*** Dataset entries Section Begins ***

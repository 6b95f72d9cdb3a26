// Sharding: record lengths (faidx or one pass), the shard plan (longest-first assignment, split
// records cut into pieces), the record filter that reads a shard's share, and the "shard" object
// of a shard's summary (every ContigSummary at full precision, which merge reads back).
#include "tidemark/shard.hpp"

#include <fmt/format.h>
#include <htslib/bgzf.h>
#include <sys/stat.h>

#include <algorithm>
#include <cmath>
#include <numeric>
#include <unordered_map>

#include "fai_index.hpp"
#include "shard_internal.hpp"
#include "summary_internal.hpp"
#include "tidemark/error.hpp"
#include "tidemark/output.hpp"
#include "tidemark/profile.hpp"
#include "tidemark/track.hpp"

namespace tidemark {
namespace {

using detail::FaiEntry;
using detail::read_fai;

constexpr int max_shards = 100000;

bool parse_int(const std::string& s, int& out) {
    if (s.empty() || s.size() > 6 ||
        !std::all_of(s.begin(), s.end(), [](char c) { return c >= '0' && c <= '9'; }))
        return false;
    out = std::stoi(s);
    return true;
}

// True when the index lists every record of PATH, so that a shard may read only its own records
// through the index: the bytes between one record's sequence and the next one's hold exactly one
// header line (an empty record, which faidx leaves out, adds another), and only line ends follow
// the last record. Reads just those bytes. Sets the units' starts and layouts.
bool index_lists_every_record(const std::string& path, const std::vector<FaiEntry>& entries,
                              std::vector<ShardUnit>& units) {
    for (const FaiEntry& e : entries)
        if (!e.has_layout) return false;
    BGZF* fp = bgzf_open(path.c_str(), "r");
    if (!fp) return false;
    const auto close = [&](bool result) {
        bgzf_close(fp);
        return result;
    };
    if (bgzf_compression(fp) == 2 && bgzf_index_load(fp, path.c_str(), ".gzi") != 0)
        return close(false);
    if (bgzf_compression(fp) == 1) return close(false);
    // Lines starting with '>' in [from, to) (to < 0: up to the end, at most 1 MiB); gap_lines
    // counts the line ends there.
    int64_t gap_lines = 0;
    const auto headers_in = [&](int64_t from, int64_t to) -> int {
        const int64_t want = to < 0 ? (int64_t{1} << 20) : to - from;
        if (want < 0 || want > (int64_t{1} << 20) || bgzf_useek(fp, from, SEEK_SET) != 0) return -1;
        std::string bytes(static_cast<size_t>(want), '\0');
        const ssize_t got = bgzf_read(fp, bytes.data(), bytes.size());
        if (got < 0 || (to >= 0 && got != want) || (to < 0 && got == want)) return -1;
        int count = 0;
        gap_lines = 0;
        for (ssize_t i = 0; i < got; ++i) {
            if (bytes[i] == '>' && (i == 0 ? to >= 0 : bytes[i - 1] == '\n'))
                ++count;  // gaps start lines
            else if (to < 0 && i > 0 && bytes[i] != '\n' && bytes[i] != '\r')
                return -1;  // trailing text
            gap_lines +=
                bytes[i] == '\n' || (bytes[i] == '\r' && (i + 1 == got || bytes[i + 1] != '\n'));
        }
        return count;
    };
    if (entries.size() != units.size()) return close(false);
    int64_t end = 0;   // of the previous record's sequence
    int64_t line = 1;  // number of the line that starts at `end`
    for (size_t i = 0; i < entries.size(); ++i) {
        const FaiEntry& e = entries[i];
        if (e.length == 0 || headers_in(end, e.offset) != 1) return close(false);
        units[i].start = RecordStart{end, line};
        units[i].layout = RecordLayout{e.offset, e.line_bases, e.line_bytes};
        const int64_t full = e.length / e.line_bases, rest = e.length % e.line_bases;
        end =
            e.offset + full * e.line_bytes + (rest > 0 ? rest + (e.line_bytes - e.line_bases) : 0);
        line += gap_lines + full + (rest > 0 ? 1 : 0);
    }
    if (entries.empty()) return close(false);
    // The tail, read from the last base (a seek to the very end of a file may fail; the last
    // line may lack its line end).
    const FaiEntry& last = entries.back();
    return close(headers_in(end - (last.line_bytes - last.line_bases) - 1, -1) == 0);
}
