TEST_CASE("a shared prefix keeps its bases while the contig grows on", "[sequence]") {
    // Expected bases: the generator below, written independently of the storage. The prefix is
    // taken while chunk 0 is small (it is regrown, then a second chunk added) and while an
    // unknown run crosses its end (the contig's run grows on; the prefix's stops at its end).
    const auto code_at = [](int64_t i) {
        return (i >= 900 && i < 1300) ? uint8_t{base_unknown}
                                      : static_cast<uint8_t>((i * 5 + i / 7) % 4);
    };
    Contig c;
    c.name = "grow";
    for (int64_t i = 0; i < 1003; ++i) c.push(code_at(i));
    CHECK_THROWS_AS(c.shared_prefix(1004), InternalError);  // past the last whole byte
    CHECK_THROWS_AS(c.shared_prefix(1001), InternalError);  // that byte is written again
    const Contig prefix = c.shared_prefix(1000);
    const int64_t n = (int64_t{1} << Contig::chunk_shift) + 5000;
    std::vector<uint8_t> codes;
    for (int64_t i = 1003; i < n; ++i) codes.push_back(code_at(i));
    c.append(codes.data(), static_cast<int64_t>(codes.size()));
    REQUIRE(c.unknown.size() == 1);
    CHECK((c.unknown[0].begin == 900 && c.unknown[0].length == 400));
    CHECK(prefix.name == "grow");
    REQUIRE(prefix.length == 1000);
    REQUIRE(prefix.unknown.size() == 1);
    CHECK((prefix.unknown[0].begin == 900 && prefix.unknown[0].length == 100));
    std::vector<uint8_t> got(1000);
    prefix.unpack(0, 1000, got.data());
    for (int64_t i = 0; i < 1000; ++i) REQUIRE(got[static_cast<size_t>(i)] == code_at(i));
    for (int64_t i = 0; i < n; i += 997) REQUIRE(c.base(i) == code_at(i));
}

TEST_CASE("a watched record is seen as it grows, and read as without watching", "[sequence]") {
    // 10,000 bases in lines of 60, then a second record; the hook every 1,000 bases. Expected:
    // the record's line ends at or past each next 1,000 bases, counted here.
    std::string text = ">first\n";
    std::string bases;
    for (int i = 0; i < 10000; ++i) bases += "ACGTTGCANNAC"[i % 12];
    for (size_t at = 0; at < bases.size(); at += 60) text += bases.substr(at, 60) + "\n";
    text += ">second\nACGT\n";
    const TempFile f(text, ".fa");
    std::vector<int64_t> want;
    for (int64_t next = 1000, end = 60; end < 10060; end += 60) {
        const int64_t len = std::min<int64_t>(end, 10000);  // the last line holds 40
        if (len >= next) {
            want.push_back(len);
            next = len + 1000;
        }
    }
    auto src = open_fasta(f.path());
    std::vector<std::pair<std::string, int64_t>> seen;
    src->watch_growth([&](const Contig& c) { seen.emplace_back(c.name, c.length); }, 1000);
    Contig c;
    Records records;
    while (src->next(c)) records.emplace_back(c.name, decode(c));
    CHECK(records == read_all(f.path()));
    REQUIRE(seen.size() == want.size());
    for (size_t k = 0; k < seen.size(); ++k)
        CHECK((seen[k].first == "first" && seen[k].second == want[k]));
}

TEST_CASE("composition and the observed/expected CpG ratio", "[sequence]") {
    // Hand count of "CGCGAATTNCG": A2 C3 G3 T2, one N; CpG at 0-1, 2-3, 9-10 = 3 (none spans the
    // N). Known length L = 10, o/e = N(CpG) L / (N(C) N(G)) = 3*10/(3*3) = 3.3333 (formula of
    // Gardiner-Garden & Frommer 1987, J. Mol. Biol. 196:261-282); GC = 6/10.
    const Contig c = test::contig_from("CGCGAATTNCG");
    const Composition comp = composition(c, 0, c.length);
    CHECK((comp.a == 2 && comp.c == 3 && comp.g == 3 && comp.t == 2 && comp.unknown == 1));
    CHECK(comp.cpg == 3);
    CHECK(comp.gc_fraction() == Approx(0.6));
    CHECK(comp.cpg_obs_exp() == Approx(10.0 / 3.0));
    // A sub-interval starting at a G does not count the CpG that starts before it.
    CHECK(composition(c, 1, 4).cpg == 1);
    CHECK(std::isnan(composition(test::contig_from("AATT"), 0, 4).cpg_obs_exp()));
}

TEST_CASE("contig_from_text reads text as the FASTA reader reads a record's lines", "[sequence]") {
    const std::string text = "ACgt NNry\tACGT\r\nswkmbdhv\nGGCC";
    // The reference: the same bases as one FASTA record (line ends inside the text become line
    // ends of the file), read by open_fasta.
    TempFile f(">same\n" + text + "\n");
    auto src = open_fasta(f.path());
    Contig expected;
    REQUIRE(src->next(expected));
    Contig c;
    c.name = "same";
    c.offset = 7;
    contig_from_text(text, c);
    CHECK(c.name == "same");
    CHECK(c.offset == 0);
    CHECK(decode(c) == decode(expected));
    CHECK(c.soft_masked == expected.soft_masked);
    CHECK(c.unknown_count() == expected.unknown_count());
    contig_from_text("acgT", c, SoftMasked::unknown);
    CHECK(decode(c) == "NNNT");
    CHECK(error_of([&] { contig_from_text("ACG>T", c); }) ==
          "sequence 'same': illegal character '>' (byte 0x3E) at position 4 (expected A, C, G, T, "
          "N or an IUPAC ambiguity code)");
}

*** Dataset entries Section Ends ***

Exercise description: Return, with no change at all, every line in the entries above from the line containing "const ssize_t got" through the line containing "return (i >= 900".

Problem solution:
        const ssize_t got = bgzf_read(fp, bytes.data(), bytes.size());
        if (got < 0 || (to >= 0 && got != want) || (to < 0 && got == want)) return -1;
        int count = 0;
        gap_lines = 0;
        for (ssize_t i = 0; i < got; ++i) {
            if (bytes[i] == '>' && (i == 0 ? to >= 0 : bytes[i - 1] == '\n'))
                ++count;  // gaps start lines
            else if (to < 0 && i > 0 && bytes[i] != '\n' && bytes[i] != '\r')
                return -1;  // trailing text
            gap_lines +=
                bytes[i] == '\n' || (bytes[i] == '\r' && (i + 1 == got || bytes[i + 1] != '\n'));
        }
        return count;
    };
    if (entries.size() != units.size()) return close(false);
    int64_t end = 0;   // of the previous record's sequence
    int64_t line = 1;  // number of the line that starts at `end`
    for (size_t i = 0; i < entries.size(); ++i) {
        const FaiEntry& e = entries[i];
        if (e.length == 0 || headers_in(end, e.offset) != 1) return close(false);
        units[i].start = RecordStart{end, line};
        units[i].layout = RecordLayout{e.offset, e.line_bases, e.line_bytes};
        const int64_t full = e.length / e.line_bases, rest = e.length % e.line_bases;
        end =
            e.offset + full * e.line_bytes + (rest > 0 ? rest + (e.line_bytes - e.line_bases) : 0);
        line += gap_lines + full + (rest > 0 ? 1 : 0);
    }
    if (entries.empty()) return close(false);
    // The tail, read from the last base (a seek to the very end of a file may fail; the last
    // line may lack its line end).
    const FaiEntry& last = entries.back();
    return close(headers_in(end - (last.line_bytes - last.line_bases) - 1, -1) == 0);
}
TEST_CASE("a shared prefix keeps its bases while the contig grows on", "[sequence]") {
    // Expected bases: the generator below, written independently of the storage. The prefix is
    // taken while chunk 0 is small (it is regrown, then a second chunk added) and while an
    // unknown run crosses its end (the contig's run grows on; the prefix's stops at its end).
    const auto code_at = [](int64_t i) {
        return (i >= 900 && i < 1300) ? uint8_t{base_unknown}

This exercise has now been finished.